• _What to work on_
Your task is to print each entry exactly as written.

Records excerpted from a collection
- - - -

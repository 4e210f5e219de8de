//! Formulas: read and printed, differentiated and simplified, and propagated through.

#[path = "../common/mod.rs"]
mod common;

mod calculus;
mod limits;
mod parse;
mod propagation;
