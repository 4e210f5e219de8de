//! What a vertical rule through a response meets.

use super::canvas::is_drawn;
use crate::analysis::linearise::Kind;
use crate::analysis::response::{Branch, Point, Response};

/// States that are listed at most: a rule along a line of equilibria meets it everywhere.
const MOST: usize = 64;

/// A branch met by a rule: between two points in proportion, so good enough for a drawing and no better.
#[derive(Clone, Debug, PartialEq)]
pub struct Met {
    /// The branch.
    pub branch: usize,
    /// The state of all species.
    pub state: Vec<f64>,
    /// Its type; `None` where it has no linear part.
    pub kind: Option<Kind>,
    /// Whether it is stable.
    pub stable: Option<bool>,
    /// One number for each of the response's takings.
    pub takings: Vec<Option<f64>>,
}

/// All feasible states at a value of the control, branch by branch, each branch in its own order.
pub fn cut(response: &Response, at: f64) -> Vec<Met> {
    let met = |(place, branch): (usize, &Branch)| of_branch(branch, place, at);
    response.branches.iter().enumerate().flat_map(met).take(MOST).collect()
}

fn of_branch(branch: &Branch, place: usize, at: f64) -> Vec<Met> {
    let points = &branch.points;
    let mut all = Vec::new();
    for (k, point) in points.iter().enumerate() {
        let is_first = k == 0 || points[k - 1].at != at;
        if point.at == at && is_first && point.feasible {
            all.push(between(place, [point, point], 0.0));
        }
        let Some(next) = points.get(k + 1) else { break };
        let is_between = (point.at < at && at < next.at) || (next.at < at && at < point.at);
        if is_between && is_drawn(point, next) {
            all.push(between(place, [point, next], (at - point.at) / (next.at - point.at)));
        }
    }
    all
}

/// A share of the way from one point to the next.
fn between(branch: usize, [from, to]: [&Point; 2], share: f64) -> Met {
    let mix = |a: f64, b: f64| a + (b - a) * share;
    let state = from.state.iter().zip(&to.state).map(|(&a, &b)| mix(a, b)).collect();
    let takings = from.takings.iter().zip(&to.takings).map(|(a, b)| a.zip(*b).map(|(a, b)| mix(a, b))).collect();
    let like = whose(from, to, share);
    Met { branch, state, kind: like.kind, stable: like.stable, takings }
}

/// The point whose type holds between two: the nearer one, but at a threshold the type is that of a moment.
pub(super) fn whose<'p>(from: &'p Point, to: &'p Point, share: f64) -> &'p Point {
    match (from.threshold, to.threshold) {
        (Some(_), None) => to,
        (None, Some(_)) => from,
        _ if share < 0.5 => from,
        _ => to,
    }
}
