#[test]
fn gradients_and_jets_agree_with_the_graph() {
    let mut source = Source::new(2);
    for text in FORMULAS {
        let mut graph = graph();
        let f = node(&mut graph, text);
        let mut outputs = vec![f];
        outputs.extend((0..3).map(|i| graph.derivative(f, Variable::State(i))));
        let along_x = outputs[1];
        let second = graph.derivative(along_x, Variable::State(0));
        outputs.extend([second, graph.derivative(second, Variable::State(0))]);
        let tape = Tape::new(&graph, &outputs);
        for _ in 0..50 {
            let (state, parameters) = point(&mut source);
            let mut run = tape.start(&parameters);
            run.at(&state);
            let mut gradient = tape.start_gradient(&parameters);
            gradient.at(&state);
            let jets: Vec<Jet<f64>> = parameters.iter().map(|p| Jet::constant(*p)).collect();
            let mut jet = tape.start(&jets);
            let line = |i: usize| Jet::line(state[i], f64::from(u8::from(i == 0)));
            jet.at(&[line(0), line(1), line(2)]);
            let close = |found: f64, expected: f64, what: &str| {
                assert!(
                    (found - expected).abs() <= 1e-11 * (1.0 + expected.abs()),
                    "{what} of {text} at {state:?}: {found} and {expected}"
                );
            };
            for i in 0..3 {
                let slope = gradient.gradient(0).map_or(0.0, |row| row[i]);
                close(slope, *run.output(1 + i), "gradient");
            }
            let Jet([value, first, half_second, sixth_third]) = jet.output(0).clone();
            close(value, *run.output(0), "value");
            close(first, *run.output(1), "first");
            close(2.0 * half_second, *run.output(4), "second");
            close(6.0 * sixth_third, *run.output(5), "third");
        }
    }
}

- - - -

• _Reply to the task_
repository 4e210f5e219de8de
//! Formulas: read and printed, differentiated and simplified, and propagated through.

#[path = "../common/mod.rs"]
mod common;

mod calculus;
mod limits;
mod parse;
mod propagation;
repository 4e210f5e219de8de
//! What a vertical rule through a response meets.

use super::canvas::is_drawn;
use crate::analysis::linearise::Kind;
use crate::analysis::response::{Branch, Point, Response};

/// States that are listed at most: a rule along a line of equilibria meets it everywhere.
const MOST: usize = 64;

/// A branch met by a rule: between two points in proportion, so good enough for a drawing and no better.
#[derive(Clone, Debug, PartialEq)]
pub struct Met {
    /// The branch.
    pub branch: usize,
    /// The state of all species.
    pub state: Vec<f64>,
    /// Its type; `None` where it has no linear part.
    pub kind: Option<Kind>,
    /// Whether it is stable.
    pub stable: Option<bool>,
    /// One number for each of the response's takings.
    pub takings: Vec<Option<f64>>,
}

/// All feasible states at a value of the control, branch by branch, each branch in its own order.
pub fn cut(response: &Response, at: f64) -> Vec<Met> {
    let met = |(place, branch): (usize, &Branch)| of_branch(branch, place, at);
    response.branches.iter().enumerate().flat_map(met).take(MOST).collect()
}

fn of_branch(branch: &Branch, place: usize, at: f64) -> Vec<Met> {
    let points = &branch.points;
    let mut all = Vec::new();
    for (k, point) in points.iter().enumerate() {
        let is_first = k == 0 || points[k - 1].at != at;
        if point.at == at && is_first && point.feasible {
            all.push(between(place, [point, point], 0.0));
        }
        let Some(next) = points.get(k + 1) else { break };
        let is_between = (point.at < at && at < next.at) || (next.at < at && at < point.at);
        if is_between && is_drawn(point, next) {
            all.push(between(place, [point, next], (at - point.at) / (next.at - point.at)));
        }
    }
    all
}

/// A share of the way from one point to the next.
fn between(branch: usize, [from, to]: [&Point; 2], share: f64) -> Met {
    let mix = |a: f64, b: f64| a + (b - a) * share;
    let state = from.state.iter().zip(&to.state).map(|(&a, &b)| mix(a, b)).collect();
    let takings = from.takings.iter().zip(&to.takings).map(|(a, b)| a.zip(*b).map(|(a, b)| mix(a, b))).collect();
    let like = whose(from, to, share);
    Met { branch, state, kind: like.kind, stable: like.stable, takings }
}

/// The point whose type holds between two: the nearer one, but at a threshold the type is that of a moment.
pub(super) fn whose<'p>(from: &'p Point, to: &'p Point, share: f64) -> &'p Point {
    match (from.threshold, to.threshold) {
        (Some(_), None) => to,
        (None, Some(_)) => from,
        _ if share < 0.5 => from,
        _ => to,
    }
}
#[test]
fn gradients_and_jets_agree_with_the_graph() {
    let mut source = Source::new(2);
    for text in FORMULAS {
        let mut graph = graph();
        let f = node(&mut graph, text);
        let mut outputs = vec![f];
        outputs.extend((0..3).map(|i| graph.derivative(f, Variable::State(i))));
        let along_x = outputs[1];
        let second = graph.derivative(along_x, Variable::State(0));
        outputs.extend([second, graph.derivative(second, Variable::State(0))]);
        let tape = Tape::new(&graph, &outputs);
        for _ in 0..50 {
            let (state, parameters) = point(&mut source);
            let mut run = tape.start(&parameters);
            run.at(&state);
            let mut gradient = tape.start_gradient(&parameters);
            gradient.at(&state);
            let jets: Vec<Jet<f64>> = parameters.iter().map(|p| Jet::constant(*p)).collect();
            let mut jet = tape.start(&jets);
            let line = |i: usize| Jet::line(state[i], f64::from(u8::from(i == 0)));
            jet.at(&[line(0), line(1), line(2)]);
            let close = |found: f64, expected: f64, what: &str| {
                assert!(
                    (found - expected).abs() <= 1e-11 * (1.0 + expected.abs()),
                    "{what} of {text} at {state:?}: {found} and {expected}"
                );
            };
            for i in 0..3 {
                let slope = gradient.gradient(0).map_or(0.0, |row| row[i]);
                close(slope, *run.output(1 + i), "gradient");
            }
            let Jet([value, first, half_second, sixth_third]) = jet.output(0).clone();
            close(value, *run.output(0), "value");
            close(first, *run.output(1), "first");
            close(2.0 * half_second, *run.output(4), "second");
            close(6.0 * sixth_third, *run.output(5), "third");
        }
    }
}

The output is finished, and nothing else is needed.